**Dataset:**
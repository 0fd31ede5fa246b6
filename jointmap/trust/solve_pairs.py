"""Solves with the square root of the information matrix, and covariances of any pair.

Works on arrays alone, so that a stored result can answer questions without GTSAM: with
``H = R' R`` the covariance is ``Sigma = R^-1 R^-T``. The columns of ``R^-T`` that belong to one
variable are filled only along its path to the root of the clique tree, so the joint covariance of
two variables costs two such paths, not a factorisation.
"""

from __future__ import annotations

from collections.abc import Mapping
from dataclasses import dataclass
from typing import Any

import numpy as np
from numpy.typing import ArrayLike, NDArray

from jointmap.trust import solve_kernels
from jointmap.trust.clique_tree import CliqueTree

Floats = NDArray[np.float64]
Ints = NDArray[np.int64]


@dataclass(frozen=True)
class SquareRootFactor:
    """Square root of the information matrix of an eliminated graph.

    Parameters
    ----------
    tree : CliqueTree
        From :func:`jointmap.trust.elimination.clique_tree` or read back from storage.
    """

    tree: CliqueTree

    def solve(self, rhs: ArrayLike) -> Floats:
        """Sigma @ rhs.

        Parameters
        ----------
        rhs : (N,) or (N, q)
            Rows by scalar: key k owns ``offset[k] .. offset[k] + dims[k] - 1``. Rows of keys that
            the tree does not hold must be zero.

        Returns
        -------
        Same shape.
        """
        b = np.asarray(rhs, np.float64)
        tree = self.tree
        if b.shape[0] != tree.n_scalars:
            raise ValueError(f"the right-hand side has {b.shape[0]} rows, not {tree.n_scalars}")
        x = np.array(b.reshape(len(b), -1), order="C")
        solve_kernels.solve(
            tree.panel, tree.panel_start, tree.rows, tree.column_start, tree.columns, x
        )
        return x.reshape(b.shape)

    def joint(self, i_keys: ArrayLike, j_keys: ArrayLike) -> Floats:
        """Joint covariance of arbitrary pairs of variables.

        Parameters
        ----------
        i_keys, j_keys : (m,) int
            All of ``i_keys`` of one dimension d, all of ``j_keys`` of one dimension e.

        Returns
        -------
        (m, d + e, d + e)

        Raises
        ------
        KeyError
            A key is not in the tree.
        ValueError
            The keys of one side have different dimensions.
        """
        first, d = self._checked(i_keys)
        second, e = self._checked(j_keys)
        order = np.argsort(first, kind="stable")
        out = np.empty((len(first), d + e, d + e))
        tree = self.tree
        solve_kernels.joint_blocks(
            tree.panel, tree.panel_start, tree.rows, tree.column_start, tree.columns, tree.parent,
            tree.offset, tree.clique_of, first[order], second[order], d, e, out,
        )  # fmt: skip
        result = np.empty_like(out)
        result[order] = out
        return result

    def pairs(self, i_keys: ArrayLike, j_keys: ArrayLike) -> Floats:
        """Cross-covariance (m, d, e) of arbitrary pairs."""
        joint = self.joint(i_keys, j_keys)
        d = int(self.tree.dims[np.atleast_1d(i_keys)[0]]) if len(joint) else 0
        return np.ascontiguousarray(joint[:, :d, d:])

    def relative(self, a: int, b: int) -> Floats:
        """Joint covariance (d + e, d + e) of two variables."""
        return np.asarray(self.joint([a], [b])[0])

    def to_arrays(self) -> dict[str, Any]:
        """The arrays to store (``numpy.savez`` without pickle)."""
        return self.tree.to_arrays()

    @classmethod
    def from_arrays(cls, arrays: Mapping[str, Any]) -> SquareRootFactor:
        """Read back what :meth:`to_arrays` gave (an open ``.npz`` will do)."""
        return cls(CliqueTree.from_arrays(arrays))

    def _checked(self, keys: ArrayLike) -> tuple[Ints, int]:
        """Keys as integers and their common dimension."""
        tree = self.tree
        out = np.atleast_1d(np.asarray(keys, np.int64))
        if not len(out):
            return out, 0
        if out.min() < 0 or out.max() >= len(tree.dims) or np.any(tree.clique_of[out] < 0):
            raise KeyError("a variable is not in the factor")
        dims = tree.dims[out]
        if np.any(dims != dims[0]):
            raise ValueError("the variables have different dimensions: ask for each kind by itself")
        return out, int(dims[0])
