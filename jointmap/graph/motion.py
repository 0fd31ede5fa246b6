"""Odometry of one robot on its way into the graph: clock, lag, scale, gaps and splits."""

from __future__ import annotations

from collections.abc import Mapping
from dataclasses import dataclass

import numpy as np
from numpy.typing import NDArray

from jointmap import frames
from jointmap.graph.clock import SurveyClock
from jointmap.graph.noise import DEFAULT_SIGMA
from jointmap.graph.odometry import dead_reckon, increments
from jointmap.graph.problem import ODOMETRY_TERMS, Block, Keyframes
from jointmap.ingest.survey import Odometry, Provenance, Survey

Floats = NDArray[np.float64]
Bools = NDArray[np.bool_]


@dataclass(frozen=True)
class Motion:
    """A robot's odometry in survey time with the calibration in force.

    ``t_rows`` (N,) survey time of the motion that each row describes (lag applied).
    """

    robot: str
    odometry: Odometry
    t_rows: Floats
    translation_scale: float
    turn_scale: float
    splits: tuple[float, ...]

    @property
    def span(self) -> tuple[float, float]:
        """First and last survey time that the rows describe."""
        return float(self.t_rows[0]), float(self.t_rows[-1])


@dataclass(frozen=True)
class OdometryMade:
    """Block(s), dead-reckoned keyframes and breaks of one robot, with notes for the page."""

    blocks: list[Block]
    poses: Floats
    breaks: Bools
    notes: list[str]


def prepare_motion(
    survey: Survey, clock: SurveyClock, name: str, values: Mapping[tuple[str, str, str], float]
) -> Motion:
    """Apply clock, lag and scale to one robot's odometry."""
    log = survey.robots[name]
    lag = values.get((name, "", "odometry_lag_s"), log.odometry_lag_s or 0.0)
    splits = tuple(
        float(clock.survey_time(name, np.array([e.t_s]))[0])
        for e in survey.edits.splits
        if e.robot == name
    )
    return Motion(
        robot=name,
        odometry=log.odometry,
        t_rows=clock.survey_time(name, log.odometry.t_s) + lag,
        translation_scale=values.get((name, "", "odometry_scale"), 1.0),
        turn_scale=values.get((name, "", "odometry_turn_scale"), 1.0),
        splits=splits,
    )


def odometry_blocks(
    motion: Motion, keyframes: Keyframes, robot: int, survey: Survey, max_gap_s: float | None
) -> OdometryMade:
    """The increments of one robot between neighbouring keyframes."""
    lo, hi = int(keyframes.first[robot]), int(keyframes.first[robot + 1])
    stamps = keyframes.t_s[lo:hi]
    scale = {
        "translation_scale": motion.translation_scale,
        "rotation_scale": motion.turn_scale,
    }
    poses = dead_reckon(motion.odometry, motion.t_rows, stamps, survey.dimension, **scale)
    made = increments(
        motion.odometry, motion.t_rows, stamps, survey.dimension, max_gap_s=max_gap_s, **scale
    )
    cut = np.zeros(hi - lo, dtype=bool)
    notes = _gap_notes(motion, stamps, made.gap_s, made.gap)
    for split in motion.splits:
        i = int(np.searchsorted(stamps, split, side="left"))
        if 0 < i < hi - lo:
            cut[i] = True
        else:
            notes.append(
                f"{motion.robot}: the edit that splits its odometry at {split:.3f} s lies outside "
                "the odometry and does nothing"
            )
    keep = np.flatnonzero(~cut[1:])
    covariance = np.array(made.row_cov)
    gap: Bools = np.asarray(made.gap & np.isfinite(made.gap_cov).all(axis=(1, 2)))
    defaults = np.array([DEFAULT_SIGMA[n] for n in ODOMETRY_TERMS]) ** 2
    weak = np.tensordot(made.basis, defaults, axes=(1, 0)) + made.gap_cov
    stated: Bools = np.asarray(np.isfinite(covariance).all(axis=(1, 2)))
    base = np.where(stated[:, None, None], np.nan_to_num(covariance), 0.0) + made.gap_cov
    covariance[gap] = np.where(stated[gap, None, None], base[gap], weak[gap])
    rows = np.clip(np.searchsorted(motion.t_rows, stamps[:-1], side="right") - 1, 0, None)
    source = motion.odometry.source
    dof = covariance.shape[-1]
    n = len(keep)
    nothing = frames.group(survey.dimension).identity(1)
    block = Block(
        kind="odometry",
        robot=robot,
        sensor="",
        components=("pose",),
        a=lo + keep,
        b=lo + keep + 1,
        obs=made.delta[keep],
        frame_a=nothing,
        frame_b=nothing,
        sigma=np.full((n, dof), np.nan),
        covariance=covariance[keep],
        odometry_basis=made.basis[keep],
        t_s=stamps[:-1][keep],
        source=Provenance(source.files, source.file[rows[keep]], source.row[rows[keep]]),
        burst=np.arange(n),
    )
    return OdometryMade([block] if n else [], poses, cut, notes)


def _gap_notes(motion: Motion, stamps: Floats, gap_s: Floats, gap: Bools) -> list[str]:
    if not gap.any():
        return []
    longest = int(np.argmax(np.where(gap, gap_s, 0.0)))
    return [
        f"{motion.robot}: {int(gap.sum())} odometry gaps became weak factors; the longest, "
        f"{gap_s[longest]:.2f} s, lies near {stamps[longest]:.2f} s"
    ]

**What to do:**
Line count for "base": state how many lines of the records contain it, and give only the number.

**Exercise answer:**
2